TASK DETAILS:
Among the entries below, find each line holding "control" and return it.

(INPUT DATA Opens)

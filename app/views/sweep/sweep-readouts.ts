/**
 * What the sweep plots' cursor read-outs may say, series by series: control
 * setpoints to the supply's setting resolution, single counter readings to
 * 1/gate, the fitted curve with its 1σ band, local Kvco and residuals with
 * their own uncertainties (app/plots/readout.ts). Pure, so a test scans the
 * texts a screen would show on a real analysis.
 */
import { meanReadingUncertainty } from '../../analysis/point-uncertainty.ts';
import type { SweepAnalysis } from '../../analysis/sweep-types.ts';
import { counterReadout, voltsReadout, type Readout } from '../../plots/readout.ts';
import { alongCurve, type GainColumns } from './sweep-figures.ts';

export interface SweepReadouts {
  control: Readout;
  /** One counter reading (the rising and falling points). */
  reading: Readout;
  /** The fitted curve on the plot's x column (`x(i)`), ± its 1σ band there. */
  fit: Readout;
  kvco: Readout;
  residual: Readout;
}

/** Linear interpolation of the fit's 1σ band at `v`; null outside the fitted range. */
export function fitSdAt(analysis: SweepAnalysis, v: number): number | null {
  const { v: grid, sdHz } = analysis.fit.curve;
  if (grid.length === 0 || v < (grid[0] as number) - 1e-12 || v > (grid[grid.length - 1] as number) + 1e-12)
    return null;
  return alongCurve(grid, sdHz, v);
}

/** Each point's 1σ in the order `residualColumns` lists them: mean of its readings and ±1 count (no fit term). */
export function residualUncertainty(analysis: SweepAnalysis, gateS: number | null | undefined): number[] {
  return analysis.points
    .filter((p) => Number.isFinite(p.meanHz))
    .sort((a, b) => a.v - b.v)
    .map((p) => meanReadingUncertainty(p.sdHz, p.readings - p.noOscillation, gateS));
}

export function sweepReadouts(
  analysis: SweepAnalysis | null,
  gateS: number | null | undefined,
  x: (index: number) => number | undefined,
  gain: GainColumns | null,
  residualU: readonly number[] | null,
): SweepReadouts {
  const reading = counterReadout(gateS);
  return {
    control: voltsReadout,
    reading,
    fit: analysis
      ? counterReadout(gateS, (i) => {
          const v = x(i);
          return v === undefined ? null : fitSdAt(analysis, v);
        })
      : reading,
    // Local Kvco without a gate still carries its own uncertainty; 3 digits only where it has none.
    kvco: { unit: 'Hz/V', uncertaintyAt: (i) => gain?.u[i] ?? null, digits: 3 },
    residual: counterReadout(gateS, (i) => residualU?.[i] ?? null),
  };
}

(INPUT DATA Closes)

RESPONSE AREA:
 * What the sweep plots' cursor read-outs may say, series by series: control
  control: Readout;
    control: voltsReadout,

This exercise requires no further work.